I'm sorry, but you've got an error here.  The attacker doesn't dismiss an image because he thinks he's hit an image.  What the attacker thinks is completely irrelevant.  The question is clear:_ "Has the attacker struck an image?"_ That's it.


			
				irdeggman said:
			
		

> So if a MI is blurred then the attacker has the same reason to believe he would have hit as if he would the original.



Ah.  So you do think the disbelief mechanic is at work.  I see.  Any chance that showing you the text of the spell would disabuse you of this notion?




[EDIT] ....and you get that this mistake (using the disbelief mechanic for dismissing images) is completely separate from the main thread discussion (does the _Blur_ spell also affect the figments of the _Mirror Image_ spell), right?


----------



## irdeggman (May 7, 2007)

Backing away from opinion (my post that caused a lot of rebuttal) and to actual rules.

I believe that people are assuming that the reason you miss when a target is blurred is because you are hitting the blurred part of the target. They are referring to striking the blured image and that is part of the MI. It appears that is the crux of the issue - whether or not the attack has struck part of the MI.

No where does it state in the rules that you strike the source of concealment. It simply gives a mechanic for addressing the miss chance from concealment. It says for an "otherwise successful attack".  You don't get to undo an attack with concealment - either the attack hits or it does not (in all cases).

Blur


> *The subject’s outline appears blurred, shifting and wavering. This distortion grants the subject concealment (20% miss chance).*
> 
> A see invisibility spell does not counteract the blur effect, but a true seeing spell does.
> 
> Opponents that cannot see the subject ignore the spell’s effect (though fighting an unseen opponent carries penalties of its own).

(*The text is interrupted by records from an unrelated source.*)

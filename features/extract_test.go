package features

import (
	"errors"
	"fmt"
	"math"
	"slices"
	"strings"
	"testing"
	"time"

	"github.com/kinmap/kinmap/ingest"
	"github.com/paulmach/orb"
	"github.com/paulmach/orb/geo"
)

func site(id string, series map[string]ingest.Series) *ingest.SiteData {
	return &ingest.SiteData{ID: id, Series: series}
}

// Daily windows in Europe/Berlin follow local midnight across both changes
// of 2024. The EU rule (Directive 2000/84/EC, Articles 2 and 3) moves the
// clocks at 01:00 UTC on the last Sunday of March and of October, so
// 31 March lasts 23 h from 23:00 UTC the day before, and 27 October lasts
// 25 h from 22:00 UTC the day before. A daily cycle on the local clock keeps
// its peak hour on both days (the fit uses the zone's clock).
func TestWindowsAcrossDST(t *testing.T) {
	berlin := mustZone(t, "Europe/Berlin")
	localCycle := func(ti time.Time) float64 {
		l := ti.In(berlin)
		h := float64(l.Hour()) + float64(l.Minute())/60
		return 3 * math.Cos(2*math.Pi*(h-14)/24)
	}
	tests := []struct {
		from       string
		wantStarts []string
		wantHours  []float64
	}{
		{"2024-03-29T23:00:00Z", []string{"2024-03-29T23:00:00Z", "2024-03-30T23:00:00Z", "2024-03-31T22:00:00Z"}, []float64{24, 23, 24}},
		{"2024-10-25T22:00:00Z", []string{"2024-10-25T22:00:00Z", "2024-10-26T22:00:00Z", "2024-10-27T23:00:00Z"}, []float64{24, 25, 24}},
	}
	for _, tt := range tests {
		from, _ := time.Parse(time.RFC3339, tt.from)
		var hours float64
		for _, h := range tt.wantHours {
			hours += h
		}
		s := regular(from, 10*time.Minute, int(6*hours), localCycle)
		tab, err := Extract(dataset(site("m", map[string]ingest.Series{"v": s})),
			Config{Window: 24 * time.Hour, TZ: "Europe/Berlin", MinCoverage: 0.9, Features: "count,day_phase,day_amp"})
		if err != nil {
			t.Fatal(err)
		}
		if len(tab.Windows) != len(tt.wantStarts) {
			t.Fatalf("from %s: %d windows, want %d (skipped %v)", tt.from, len(tab.Windows), len(tt.wantStarts), tab.Skipped)
		}
		for i, w := range tab.Windows {
			if got := w.Start.Format(time.RFC3339); got != tt.wantStarts[i] {
				t.Errorf("window %d starts %s, want %s", i, got, tt.wantStarts[i])
			}
			if got := w.End.Sub(w.Start).Hours(); got != tt.wantHours[i] {
				t.Errorf("window %d lasts %v h, want %v", i, got, tt.wantHours[i])
			}
			if got := value(t, tab, w, "v.count"); got != 6*tt.wantHours[i] {
				t.Errorf("window %d holds %v readings, want %v", i, got, 6*tt.wantHours[i])
			}
			if got := value(t, tab, w, "v.day_phase"); math.Abs(got-14) > 1e-9 {
				t.Errorf("window %d peaks at %v h local, want 14", i, got)
			}
			if got := value(t, tab, w, "v.day_amp"); math.Abs(got-3) > 1e-9 {
				t.Errorf("window %d amplitude %v, want 3", i, got)
			}
		}
	}
}
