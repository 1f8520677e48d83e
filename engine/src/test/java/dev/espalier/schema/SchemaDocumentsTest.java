package dev.espalier.schema;

import static org.junit.jupiter.api.Assertions.assertEquals;
import static org.junit.jupiter.api.Assertions.assertFalse;
import static org.junit.jupiter.api.Assertions.assertThrows;
import static org.junit.jupiter.api.Assertions.assertTrue;

import com.fasterxml.jackson.databind.JsonNode;
import java.io.IOException;
import java.net.URI;
import java.nio.charset.StandardCharsets;
import java.nio.file.Files;
import java.nio.file.Path;
import java.util.List;
import org.junit.jupiter.api.Test;
import org.junit.jupiter.api.io.TempDir;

> Concealment Miss Chance: Concealment gives the subject of a successful attack a 20% chance that the attacker missed because of the concealment. If the attacker hits, the defender must make a miss chance percentile roll to avoid being struck. Multiple concealment conditions do not stack.





PHB pg 306


> concealment: Something that prevents an attacker from clearly seeing his or her target. Concealment creates a chance that an otherwise successful attack misses (a miss chance).


----------



## Nail (May 7, 2007)

irdeggman said:
			
		

> I believe that people are assuming that the reason you miss when a target is blurred is because you are hitting the blurred part of the target. They are referring to striking the blured image and that is part of the MI. It appears that is the crux of the issue - whether or not the attack has struck part of the MI.

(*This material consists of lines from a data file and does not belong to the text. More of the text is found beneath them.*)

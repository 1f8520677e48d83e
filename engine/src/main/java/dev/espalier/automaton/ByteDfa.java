package dev.espalier.automaton;

import dev.espalier.grammar.Expr;
import dk.brics.automaton.Automaton;
import dk.brics.automaton.State;
import dk.brics.automaton.Transition;

import java.util.ArrayDeque;
import java.util.ArrayList;
import java.util.Arrays;
import java.util.HashMap;
import java.util.IdentityHashMap;
import java.util.List;
import java.util.Map;
import java.util.function.Function;
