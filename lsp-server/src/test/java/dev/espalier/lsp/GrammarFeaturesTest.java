package dev.espalier.lsp;

import dev.espalier.cli.CliAccess;
import org.eclipse.lsp4j.CodeAction;
import org.eclipse.lsp4j.CodeActionContext;
import org.eclipse.lsp4j.CodeActionParams;
import org.eclipse.lsp4j.CompletionItem;
import org.eclipse.lsp4j.CompletionList;
import org.eclipse.lsp4j.CompletionParams;
import org.eclipse.lsp4j.DefinitionParams;
import org.eclipse.lsp4j.Diagnostic;
import org.eclipse.lsp4j.DiagnosticSeverity;
import org.eclipse.lsp4j.DocumentFormattingParams;
import org.eclipse.lsp4j.DocumentSymbol;
import org.eclipse.lsp4j.DocumentSymbolParams;
import org.eclipse.lsp4j.FoldingRange;
import org.eclipse.lsp4j.FoldingRangeKind;
import org.eclipse.lsp4j.FoldingRangeRequestParams;
import org.eclipse.lsp4j.FormattingOptions;
import org.eclipse.lsp4j.Hover;
import org.eclipse.lsp4j.HoverParams;
import org.eclipse.lsp4j.InsertTextFormat;
import org.eclipse.lsp4j.Location;
import org.eclipse.lsp4j.Position;
import org.eclipse.lsp4j.PrepareRenameParams;
import org.eclipse.lsp4j.PublishDiagnosticsParams;
import org.eclipse.lsp4j.Range;
import org.eclipse.lsp4j.ReferenceContext;
import org.eclipse.lsp4j.ReferenceParams;
import org.eclipse.lsp4j.RenameParams;
import org.eclipse.lsp4j.SemanticTokens;
import org.eclipse.lsp4j.SemanticTokensParams;
import org.eclipse.lsp4j.TextDocumentIdentifier;
import org.eclipse.lsp4j.TextEdit;
import org.eclipse.lsp4j.WorkspaceEdit;
import org.eclipse.lsp4j.WorkspaceSymbol;
import org.eclipse.lsp4j.WorkspaceSymbolParams;
import org.eclipse.lsp4j.jsonrpc.ResponseErrorException;
import org.eclipse.lsp4j.jsonrpc.messages.Either;
import org.eclipse.lsp4j.jsonrpc.messages.ResponseErrorCode;
import org.junit.jupiter.api.AfterEach;
import org.junit.jupiter.api.BeforeEach;
import org.junit.jupiter.api.Test;
import org.junit.jupiter.api.io.TempDir;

No.  The crux of the issue is: "Can Blur affect figments?"

The answer is: "No, Blur may only affect creatures."


----------



## pawsplay (May 7, 2007)

Nail said:
			
		

> No.  The crux of the issue is: "Can Blur affect figments?"
> 
> The answer is: "No, Blur may only affect creatures."




The complicating question is, "Does a creature affected by blur look blurry?"

Surely it does.


----------



## Nail (May 7, 2007)

pawsplay said:
			
		

> Surely it does.



Sure; but we're not talking about the creature.  We're talking about figments.

"_Does Blur affect figments?_" is a much different question than "_Can figments look blurry?_"  One has a game affect, the other does not.


----------



## pawsplay (May 7, 2007)

Nail said:
			
		

> Sure; but we're not talking about the creature.  We're talking about figments.
> 
> "_Does Blur affect figments?_" is a much different question than "_Can figments look blurry?_"  One has a game affect, the other does not.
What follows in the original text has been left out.